Then based on AWS Data service component , How to build a “ Data Lake ”?AWS The official website gives “ Data Lake ” Five steps from creation to application , As shown in the figure below :

The author sums up these five steps as “ Jianhu 、 Aggregate number 、 Governing number 、 Usage ” Eight words : To build a lake is to initialize the storage , Aggregating data means migrating data , Data cleaning means data cleaning 、 Data preparation 、 Metadata management 、 Data security and compliance management , Using numbers is data analysis 、 Data services .
2.1 Jianhu -- Stroll around the court and build several lakes
First , be based on AWS Identity、IAM The service creates a data lake to run the required administrator of the workflow and the role required by the permission policy , namely : Create administrators and specify user groups for the data Lake .
then , Register data Lake , Specify the data Lake storage center Amazon S3 The path of , And set up “ Data Lake ” jurisdiction , To allow others to manage “ Data directory ” And the data in the data lake .
Last , Set up Amazon Athena So that the query can be imported into Amazon S3 Data in the data Lake .

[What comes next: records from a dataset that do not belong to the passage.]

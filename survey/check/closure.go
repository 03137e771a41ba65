package check

import (
	"fmt"
	"math"
	"slices"
	"strings"

	"tapround/survey"
	"tapround/survey/unit"
)

// closure takes each part of the system that is at rest in a round and asks whether its
// readings, and the reservoir's level where one is stated, show one head. What stands
// apart most, a tap, all taps of one gauge, or the level, is named, taken out, and the
// rest looked at again.
func closure(v *view) []survey.Alert {
	var out []survey.Alert
	for _, r := range v.rounds {
		for _, ws := range v.atRest(r) {
			out = append(out, v.close(r, ws)...)
		}
		for _, h := range r.heads {
			out = append(out, v.notNothing(r, h)...)
		}
	}
	return out
}

// notNothing looks at a flow, a velocity head or a difference read where nothing flows,
// which must be nothing.
func (v *view) notNothing(r round, h survey.Head) []survey.Alert {
	pipe, at, ok := v.place(h.Tap)
	if isHead(h) || h.Quantity == survey.OutletFlow || !ok || !r.still.along(pipe, at) {
		return nil
	}
	show := unit.Metre
	switch h.Quantity {
	case survey.HeadDifference:
		a, _ := r.still.open(v.taps[h.Tap])
		b, ok := r.still.open(v.taps[h.OtherTap])
		if !ok || a != b {
			return nil
		}
	case survey.VolumeFlow:
		show = unit.LitrePerSecond
		if u, err := unit.Parse(v.gauge(h).Unit, unit.Flow); err == nil {
			show = u
		}
	}
	z := math.Abs(h.Value) / h.U()
	if !(z > v.limits.apart.value) {
		return nil
	}
	return []survey.Alert{{Rule: "no-flow round does not close", Subject: h.Tap,
		Statement: fmt.Sprintf("With nothing flowing in round %s, the %s at %s is not nothing.", r.Name, h.Quantity, h.Tap),
		Evidence:  fmt.Sprintf("%s (± one standard uncertainty), %.1f times its standard uncertainty", show.Format(h.Value, h.U()), z),
		Limit:     v.limits.apart.String(), Stay: z > v.limits.stay.value, Sources: h.Sources(),
		Action: "Check the zero of the gauge or meter; if that is right, something is drawn off after all: find it, or state it in conditions.csv."}}
}

// atRest lists the witnesses of each part at rest that has two or more.
func (v *view) atRest(r round) [][]witness {
	var order []string
	groups := map[string][]witness{}
	for _, h := range r.heads {
		reservoir, ok := r.still.open(v.taps[h.Tap])
		if !ok || !isHead(h) {
			continue
		}
		if groups[reservoir] == nil {
			order = append(order, reservoir)
		}
		groups[reservoir] = append(groups[reservoir], witness{head: h})
	}
	var out [][]witness
	for _, name := range order {
		ws := groups[name]
		if l, ok := r.force.Levels[name]; ok && l.Value.OK {
			ws = append(ws, witness{reservoir: name, level: l})
		}
		if len(ws) > 1 {
			out = append(out, ws)
		}
	}
	return out
}

// close looks at one part at rest until what is left agrees.
func (v *view) close(r round, ws []witness) []survey.Alert {
	var out []survey.Alert
	for len(ws) > 1 {
		m, ok := meanOf(ws)
		if !ok {
			return out
		}
		worst := m.worst()
		if len(worst) == 0 || worst[0].z() <= v.limits.apart.value {
			return out
		}
		if a, changed, ok := v.exchanged(r, m, worst[0]); ok {
			out, ws = append(out, a), changed
			continue
		}
		if a, ok := v.stillUnit(r, m, worst); ok {
			out = append(out, a)
		} else {
			out = append(out, v.doesNotClose(r, m, worst))
		}
		if len(worst) > 1 {
			return out // which of them to take out is open
		}
		ws = without(ws, worst[0].members)
	}
	return out
}

func without(ws []witness, members []int) []witness {
	var out []witness
	for i, w := range ws {
		if !slices.Contains(members, i) {
			out = append(out, w)
		}
	}
	return out
}

// plain is how far, m, the size of a suspect may be from what the printed heads differ by
// without a word of explanation.
const plain = 0.01

// doesNotClose words the alert.
func (v *view) doesNotClose(r round, m mean, worst []suspect) survey.Alert {
	x := worst[0]
	a := survey.Alert{Rule: "no-flow round does not close", Limit: v.limits.apart.String(), Stay: x.z() > v.limits.stay.value,
		Sources: m.sources(worst)}
	if len(worst) > 1 {
		var names []string
		for _, y := range worst {
			names = append(names, y.name())
		}
		a.Subject = strings.Join(names, ", ")
		a.Statement = fmt.Sprintf("With nothing flowing in round %s, %s disagree, and the readings do not say which of them is off.", r.Name, strings.Join(names, " and "))
		a.Evidence = fmt.Sprintf("they differ by %s (± one standard uncertainty)", unit.Metre.Format(math.Abs(x.size), x.sd))
		a.Action = "Read each of them again with a third gauge; if that agrees, level the taps again."
		return a
	}
	a.Subject = x.name()
	a.Statement = fmt.Sprintf("With nothing flowing in round %s, %s stands %s %s the rest.", r.Name, x.words(), unit.Metre.Format(math.Abs(x.size), x.sd), aboveOrBelow(x.size))
	a.Evidence = fmt.Sprintf("%s; the rest shows %.2f m (%s); ", m.shown(x), x.rest, count(x.restCount, "reading"))
	if x.tap != "" && math.Abs(m.ws[x.members[0]].value()-x.rest-x.size) > plain {
		a.Evidence += fmt.Sprintf("%.2f m %s once allowance is made for what gauge %s shows elsewhere, ", math.Abs(x.size), aboveOrBelow(x.size), x.gauge)
	}
	a.Evidence += fmt.Sprintf("%.1f times its standard uncertainty", x.z())
	if fits := v.nearUnits(r, m, x); fits != "" {
		a.Evidence += "; another unit would explain it too: " + fits
	}
	fine := m.fineElsewhere(v, x)
	switch {
	case x.level != "":
		a.Action = fmt.Sprintf("Read the water level of %s again and check that it is on the survey's datum.", x.level)
	case x.tap == "":
		a.Action = fmt.Sprintf("Gauge %s is off at all %d taps it was read at: check its zero in air, and read one of the taps with another gauge.", x.gauge, x.gaugeTaps)
	case fine != "":
		a.Evidence += fmt.Sprintf("; gauge %s agrees with the rest at %s", x.gauge, fine)
		a.Action = fmt.Sprintf("Bleed the line and read %s again; if it stays, level the tap again: its gauge is right elsewhere.", x.tap)
	default:
		a.Action = fmt.Sprintf("Bleed the line and read %s again with another gauge: what follows the gauge is the gauge, what stays is the tap's level or its line.", x.tap)
	}
	a.Action += " If something was drawn off after all, state it in conditions.csv."
	return a
}

// fineElsewhere names a tap at which the gauge of a suspect tap agrees with the rest,
// the suspect left out.
func (m mean) fineElsewhere(v *view, x suspect) string {
	if x.tap == "" || x.gauge == "" {
		return ""
	}
	rest, ok := meanOf(without(m.ws, x.members))
	if !ok {
		return ""
	}
	for i, w := range rest.ws {
		if w.reservoir == "" && w.head.Gauge == x.gauge && v.within(rest, i) {
			return w.head.Tap
		}
	}
	return ""
}

// nearUnits names the units that would bring the one reading of a suspect to the rest.
func (v *view) nearUnits(r round, m mean, x suspect) string {
	if len(x.members) != 1 || x.level != "" {
		return ""
	}
	var names []string
	h := m.ws[x.members[0]].head
	for _, f := range v.fitting(r, h, v.asTheRest(h, x)) {
		names = append(names, f.words)
	}
	return strings.Join(names, ", ")
}

func (x suspect) name() string {
	switch {
	case x.level != "":
		return x.level
	case x.tap == "":
		return x.gauge
	}
	return x.tap
}

func (x suspect) words() string {
	switch {
	case x.level != "":
		return "the stated level of " + x.level
	case x.tap == "":
		return fmt.Sprintf("gauge %s, at %d taps,", x.gauge, x.gaugeTaps)
	case x.gauge != "":
		return fmt.Sprintf("%s (gauge %s)", x.tap, x.gauge)
	}
	return x.tap
}

// shown lists what the members of a suspect show.
func (m mean) shown(x suspect) string {
	var out []string
	for _, i := range x.members {
		w := m.ws[i]
		if w.reservoir != "" {
			out = append(out, fmt.Sprintf("%s stated at %.2f m", w.reservoir, w.value()))
			continue
		}
		out = append(out, fmt.Sprintf("%s shows %.2f m", w.head.Tap, w.value()))
	}
	return strings.Join(out, ", ")
}

func (m mean) sources(xs []suspect) []survey.Source {
	var out []survey.Source
	for _, x := range xs {
		for _, i := range x.members {
			if w := m.ws[i]; w.reservoir != "" {
				out = append(out, w.level.Source)
			} else {
				out = append(out, w.head.Sources()...)
			}
		}
	}
	return out
}

func aboveOrBelow(d float64) string {
	if d < 0 {
		return "below"
	}
	return "above"
}

// count gives "1 reading", "5 readings".
func count(n int, what string) string {
	if n == 1 {
		return "1 " + what
	}
	return fmt.Sprintf("%d %ss", n, what)
}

thus , A simple data lake is built . Of course, we need to set up different services in different application scenarios , For those who want to store in the data lake and Redshift Users who perform cross fusion analysis on data in the data warehouse , Can be set by Amazon Redshift Spectrum, bring Redshift Can query stored in Amazon S3 Data in , So as to realize the data fusion analysis of data warehouse and data lake .
2.2 Aggregate number -- A hundred rivers will eventually return to the sea
With the coming of big data Era , A significant surge in the volume of enterprise data , All kinds of data are pouring in . There is data from the enterprise's internal information system , for example :ERP System 、CRM Systems, etc , After years of precipitation , A large amount of historical data accumulated by enterprises , It is the main source of enterprise data analysis . It comes from all kinds of IoT Real time data generated by the device , And these data are often generated in mixed data formats , Including structured data 、 Semi-structured and unstructured data . There is Internet data from enterprises , Including data generated by Internet business , And the data of other websites collected by web crawlers ……, These new large-scale massive amounts of data , Not only a large amount 、 A wide variety , And it came very hard , like “ great scourges ”.

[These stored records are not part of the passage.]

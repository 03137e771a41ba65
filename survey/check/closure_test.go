package check

import (
	"fmt"
	"math"
	"math/rand/v2"
	"testing"

	"gonum.org/v1/gonum/mat"

	"tapround/survey"
)

const doesNotClose = "no-flow round does not close"

func TestClosureNamesTheTap(t *testing.T) {
	s := site()
	shift(s, "A", "T3", 0.9)
	a := only(t, s, doesNotClose, "T3")
	says(t, a.Statement, "round A", "T3 (gauge G3)", "above the rest", "0.90 ±")
	says(t, a.Evidence, "T3 shows 100.90 m", "the rest shows 100.00 m (6 readings)")
	says(t, a.Action, "another gauge")
	if !a.Stay || a.Sources[0] != reading(s, "A", "T3").Source {
		t.Errorf("%+v", a)
	}

	// Class error 0.1 % of 10 bar over sqrt 3 (0.059 m), level 0.03 m, own 0.021 m: 0.07 m.
	for d, want := range map[float64]int{0.12: 0, -0.12: 0, 0.16: 1, -0.16: 1} {
		s := site()
		shift(s, "A", "T3", d)
		if n := len(look(s)); n != want {
			t.Errorf("%v m off: %d alerts, want %d", d, n, want)
		}
	}
}

func TestClosureTellsGaugeFromLevel(t *testing.T) {
	// G2 takes over at T3 and T5: off at all three it is the gauge.
	s := site()
	for _, name := range []string{"T2", "T3", "T5"} {
		reading(s, "A", name).Gauge = "G2"
		shift(s, "A", name, -0.8)
	}
	a := only(t, s, doesNotClose, "G2")
	says(t, a.Statement, "gauge G2, at 3 taps,", "below the rest")
	says(t, a.Action, "Gauge G2 is off")

	// Off at one of them it is that tap's level.
	s = site()
	for _, name := range []string{"T2", "T3", "T5"} {
		reading(s, "A", name).Gauge = "G2"
	}
	shift(s, "A", "T3", -0.8)
	a = only(t, s, doesNotClose, "T3")
	says(t, a.Evidence, "gauge G2 agrees with the rest at T2")
	says(t, a.Action, "level the tap again")
}

func TestClosureTellsTheLevel(t *testing.T) {
	s := site()
	s.Conditions[0].Value.V = 100.31 // on an older datum
	a := only(t, s, doesNotClose, "R1")
	says(t, a.Statement, "the stated level of R1", "above the rest")
	says(t, a.Action, "water level of R1")
	if a.Sources[0].File != "conditions.csv" {
		t.Errorf("sources %v", a.Sources)
	}
	// A level of ±0.3 m that is 0.31 m off is not apart.
	s.Conditions[0].SD = survey.Some(0.3)
	quiet(t, "rough level", s)
	// Without a stated level the taps still see each other.
	s = site()
	s.Conditions[0].Value = survey.Maybe{}
	quiet(t, "no level", s)
	shift(s, "A", "T6", 0.9)
	only(t, s, doesNotClose, "T6")
}

func TestClosureOfTwo(t *testing.T) {
	s := site()
	s.Readings = s.Readings[:1] // T1 in round A, and the level
	s.Readings[0].Value += weight(s)
	a := only(t, s, doesNotClose, "T1, R1")
	says(t, a.Statement, "do not say which")
	says(t, a.Evidence, "1.00 ±")
}

func TestClosureFindsSeveral(t *testing.T) {
	s := site()
	shift(s, "A", "T2", 3)
	shift(s, "A", "T5", 1.1)
	as := look(s)
	if len(as) != 2 || as[0].Subject != "T2" || as[1].Subject != "T5" {
		t.Errorf("got\n%s", text(as))
	}
}

// Whatever leaves a doubt that nothing flows takes the closure away.
func TestClosureNeedsRest(t *testing.T) {
	condition := func(round, item string, kind survey.ConditionKind, v survey.Maybe) func(*survey.Survey) {
		return func(s *survey.Survey) {
			s.Conditions = append(s.Conditions, survey.Condition{Round: round, Item: item, Kind: kind, Value: v})
		}
	}
	for what, c := range map[string]struct {
		alter func(*survey.Survey)
		rest  bool
	}{
		"as it is":              {func(*survey.Survey) {}, true},
		"a draw-off":            {condition("A", "N2", survey.DrawOff, survey.Some(0.001)), false},
		"a draw-off of all":     {condition("*", "N2", survey.DrawOff, survey.Some(0.001)), false},
		"an unknown draw-off":   {condition("A", "N2", survey.DrawOff, survey.Maybe{}), false},
		"a draw-off of nothing": {condition("A", "N2", survey.DrawOff, survey.Some(0)), true},
		"a draw-off elsewhen":   {condition("B", "N2", survey.DrawOff, survey.Some(0.001)), true},
		"another reservoir":     {func(s *survey.Survey) { s.Points[3].Kind = survey.Reservoir }, false},
		"an outlet":             {func(s *survey.Survey) { s.Points[3].Kind = survey.Outlet }, false},
		"a machine":             {func(s *survey.Survey) { s.Machines = []survey.Machine{{Name: "M1", From: "N3", To: "N1"}} }, false},
		"a machine feeding in": {func(s *survey.Survey) {
			s.Points = append(s.Points, survey.Point{Name: "N9", Kind: survey.Junction})
			s.Machines = []survey.Machine{{Name: "M1", From: "N9", To: "N1"}}
		}, false},
		"a machine drawing": {func(s *survey.Survey) {
			s.Points = append(s.Points, survey.Point{Name: "N9", Kind: survey.Junction})
			s.Machines = []survey.Machine{{Name: "M1", From: "N1", To: "N9"}}
		}, false},
		"a stopped machine": {func(s *survey.Survey) {
			s.Machines = []survey.Machine{{Name: "M1", From: "N3", To: "N1"}}
			condition("A", "M1", survey.Stopped, survey.Maybe{})(s)
		}, true},
		"drawn behind a shut end": {func(s *survey.Survey) {
			condition("A", "N3", survey.DrawOff, survey.Some(0.01))(s)
			condition("A", "P3", survey.ShutOff, survey.Maybe{})(s)
		}, true},
	} {
		s := site()
		for i := range s.Readings { // leave the meter on the pipe that is shut out of it
			if s.Readings[i].Tap == "Q2" {
				s.Readings[i].SetAside = "not in this test"
			}
		}
		shift(s, "A", "T3", 0.9)
		c.alter(s)
		n := 0
		for _, a := range look(s) {
			if a.Rule == doesNotClose && a.Subject == "T3" {
				n++
			}
		}
		if (n == 1) != c.rest {
			t.Errorf("%s: %d alerts, at rest should be %v", what, n, c.rest)
		}
	}
}

// Behind a shut fitting, and on either side of a check valve, heads may differ.
func TestClosureStopsAtFittings(t *testing.T) {
	for _, f := range []survey.FittingKind{survey.GateValve, survey.CheckValve} {
		s := site()
		s.Fittings = []survey.Fitting{{Name: "V1", Pipe: "P2", At: 250, Kind: f}}
		if f == survey.GateValve {
			s.Conditions = append(s.Conditions, survey.Condition{Round: "A", Item: "V1", Kind: survey.ShutOff})
		}
		for _, name := range []string{"T4", "T5", "T6"} {
			shift(s, "A", name, -20)
			shift(s, "B", name, 0)
		}
		quiet(t, string(f), s)
		shift(s, "A", "T3", 0.9) // on the reservoir's side of it
		only(t, s, doesNotClose, "T3")
	}
	// Water that is drawn off behind a check valve comes through it.
	s := site()
	s.Fittings = []survey.Fitting{{Name: "V1", Pipe: "P2", At: 250, Kind: survey.CheckValve}}
	s.Conditions = append(s.Conditions, survey.Condition{Round: "A", Item: "N3", Kind: survey.DrawOff, Value: survey.Some(0.01)})
	shift(s, "A", "T3", -0.9)
	for _, a := range look(s) {
		if a.Rule == doesNotClose {
			t.Errorf("round with flow: %s", text([]survey.Alert{a}))
		}
	}
}

func TestNothingFlows(t *testing.T) {
	s := site()
	reading(s, "A", "Q1").Value = 0.002 // class 0.5 % of 100 L/s over sqrt 3: 0.29 L/s
	a := only(t, s, doesNotClose, "Q1")
	says(t, a.Evidence, "2.00 ± 0.29 L/s")
	reading(s, "A", "Q1").Value = 0.0005
	quiet(t, "within the meter's offset", s)

	s = site()
	s.Gauges = append(s.Gauges, survey.Gauge{Name: "D1", Kind: survey.DifferenceGauge, High: 50e3, Unit: "kPa", Accuracy: survey.Some(0.0025), Resolution: survey.Some(10)})
	s.Readings = append(s.Readings, survey.Reading{Round: "A", Tap: "T3", OtherTap: "T4", Kind: survey.Difference, Gauge: "D1", Value: 900, Written: "0.90", Unit: "kPa"})
	says(t, only(t, s, doesNotClose, "T3").Statement, "difference")
	s.Readings[len(s.Readings)-1].Value = 100
	quiet(t, "a difference of 0.01 m", s)
	// Behind a shut valve the other tap may stand at any head.
	s.Readings[len(s.Readings)-1].Value = 900
	s.Fittings = []survey.Fitting{{Name: "V1", Pipe: "P2", At: 250, Kind: survey.GateValve}}
	s.Conditions = append(s.Conditions, survey.Condition{Round: "A", Item: "V1", Kind: survey.ShutOff})
	quiet(t, "a difference over a shut valve", s)
}

// The size of a suspect and its standard uncertainty, against the plain estimate: with
// one more unknown, the shift of the suspect's members, in a least-squares problem.
func TestMeanAgainstLeastSquares(t *testing.T) {
	s := site()
	reading(s, "A", "T2").Gauge, reading(s, "A", "T5").Gauge = "G1", "G1"
	for i, name := range []string{"T1", "T2", "T3", "T4", "T5", "T6"} {
		shift(s, "A", name, 0.3*math.Sin(float64(i+1)))
	}
	ws := newView(s, headsOf(s), customary).atRestIn("A")
	m, ok := meanOf(ws)
	if !ok || len(ws) != 7 {
		t.Fatalf("%d witnesses", len(ws))
	}
	for _, x := range m.suspects() {
		n := len(ws)
		v := mat.NewSymDense(n, nil)
		design, y := mat.NewDense(n, 2, nil), mat.NewVecDense(n, nil)
		for i := range ws {
			y.SetVec(i, ws[i].value())
			design.Set(i, 0, 1)
			for j := i; j < n; j++ {
				v.SetSym(i, j, cov(ws[i], ws[j], i == j))
			}
		}
		for _, i := range x.members {
			design.Set(i, 1, 1)
		}
		var chol, normal mat.Cholesky
		chol.Factorize(v)
		var vd, vy, b mat.Dense
		_ = chol.SolveTo(&vd, design)
		_ = chol.SolveTo(&vy, y)
		var nn mat.Dense
		nn.Mul(design.T(), &vd)
		normal.Factorize(mat.NewSymDense(2, []float64{nn.At(0, 0), nn.At(0, 1), nn.At(1, 0), nn.At(1, 1)}))
		b.Mul(design.T(), &vy)
		var theta mat.Dense
		_ = normal.SolveTo(&theta, &b)
		var c mat.SymDense
		_ = normal.InverseTo(&c)
		const same = 1e-7 // heads of 100 m through a normal matrix of condition 1e4 or so
		if math.Abs(x.size-theta.At(1, 0)) > same || math.Abs(x.rest-theta.At(0, 0)) > same || math.Abs(x.sd-math.Sqrt(c.At(1, 1))) > same {
			t.Errorf("%s: size %v ± %v rest %v, least squares %v ± %v rest %v", x.name(), x.size, x.sd, x.rest, theta.At(1, 0), math.Sqrt(c.At(1, 1)), theta.At(0, 0))
		}
	}
}

// How often a sound no-flow round is questioned: gauges off by as much as their class
// allows and no more (every error within it as likely), levels and own errors normal as
// stated. With 2 standard uncertainties and 7 witnesses normal theory gives 1 - 0.954^7,
// 28 %, of the rounds at least one name; a class error has no tails and gives less.
func TestFalseAlarms(t *testing.T) {
	rng := rand.New(rand.NewPCG(11, 2026))
	const trials = 600
	questioned, stay, other := 0, 0, 0
	for range trials {
		s := site()
		for i, x := range s.Taps {
			s.Taps[i].Elevation += rng.NormFloat64() * x.ElevationSD
		}
		offset := map[string]float64{}
		for _, g := range s.Gauges {
			offset[g.Name] = (2*rng.Float64() - 1) * g.Accuracy.V * g.Span()
		}
		for i := range s.Readings {
			r := &s.Readings[i]
			d := 500.0
			if r.Kind == survey.FlowRate {
				d = 1e-4
			}
			r.Value = d * math.Round((r.Value+offset[r.Gauge]+0.3*d*rng.NormFloat64())/d)
		}
		named := false
		for _, a := range look(s) {
			switch {
			case a.Rule == doesNotClose:
				named = true
				if a.Stay {
					stay++
				}
			default:
				other++
			}
		}
		if named {
			questioned++
		}
	}
	rate := func(n int) float64 { return float64(n) / trials }
	t.Logf("closure named something in %.1f %% of sound no-flow rounds, to stay for in %.2f %%; other checks spoke in %.1f %% of surveys",
		100*rate(questioned), 100*rate(stay), 100*rate(other))
	// Three standard deviations of a count of 600 on top of normal theory.
	if limit := 0.28 + 3*math.Sqrt(0.28*0.72/trials); rate(questioned) > limit {
		t.Errorf("closure questioned %.1f %% of sound rounds, at most %.1f %% expected", 100*rate(questioned), 100*limit)
	}
	if rate(stay) > 0.02 || rate(other) > 0.15 {
		t.Errorf("%d to stay for, %d others in %d", stay, other, trials)
	}
}

// atRestIn gives the witnesses of the one part at rest in a round.
func (v *view) atRestIn(name string) []witness {
	for _, r := range v.rounds {
		if r.Name == name {
			if all := v.atRest(r); len(all) == 1 {
				return all[0]
			}
		}
	}
	panic(fmt.Sprintf("round %s has no one part at rest", name))
}

// Where the gauge of a tap that stands apart is seen to be off elsewhere too, the tap
// answers only for what is left, and the alert says so.
func TestClosureAllowsForTheGauge(t *testing.T) {
	s := site()
	s.Gauges[1].Accuracy = survey.Some(0.004)
	for _, name := range []string{"T2", "T3", "T5", "T6"} {
		reading(s, "A", name).Gauge = "G2"
		shift(s, "A", name, 0.3)
	}
	shift(s, "A", "T3", 0.7)
	a := only(t, s, doesNotClose, "T3")
	says(t, a.Statement, "0.7")
	says(t, a.Evidence, "T3 shows 101.00 m", "m above once allowance is made for what gauge G2 shows elsewhere")
}

func TestDropOf(t *testing.T) {
	s := site()
	reading(s, "A", "T2").Gauge = "G1"
	shift(s, "A", "T3", 0.4)
	ws := newView(s, headsOf(s), customary).atRestIn("A")
	m, _ := meanOf(ws)
	moved := append([]witness(nil), ws...)
	moved[1].head.Value += 0.2
	moved[2].head.Value -= 0.3
	n, _ := meanOf(moved)
	if got, want := m.dropOf(1, 2, 0.2, -0.3), m.chi2-n.chi2; math.Abs(got-want) > 1e-9*m.chi2 {
		t.Errorf("drop %v, want %v", got, want)
	}
}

AWS To realize data collection of different data types 、 Processing provides a variety of tools , for example :AWS Glue、Database Migration、Kinesis、Internet of Things etc. , Support easy migration of various types of data to Amazon S3 Unified management in . This process , Just like “ Data Lake ” Literally , We will look for a large wetland (S3), And then these come like floods “ from all sides ” The data is stored in the lake first , Form data “ all rivers flow to the sea ” Trend , Then we are using some tools to manage it 、 Query and analysis .
2.3 Governing number -- Dredge the river and lead the stagnant flow on demand
The data lake has excellent data storage capacity , Support a large number of 、 Various types of big data are stored uniformly . However , The business of an enterprise is changing in real time , This represents the definition of the data deposited in the data lake 、 Data formats are changing in real time , If not managed , Enterprise “ Data Lake ” It could become “ The garbage ” Stacked “ Data swamp ”, It can not support the data analysis and use of the enterprise .
“ A rolling stone gathers no moss , on ”, We can only let “ Data Lake ” Medium “ water ” Flow up , To make “ Data Lake ” Don't become “ Data swamp ”.AWS Glue Provide ETL And data catalog capability , When the data is migrated from the data source, certain data conversion can be done , And form a clear data directory .Amazon EMR、Amazon Glue The data in the data lake can be divided into regions 、 Clean and treat in stages , Further purify the lake “ Source of water ”. after , Data is passed through Amazon Machine Learning、Amazon Lex、Amazon Rekognition Carry out deep processing , Form available data services , This goes on and on , Continue to improve... In the data lake “ The water quality ”.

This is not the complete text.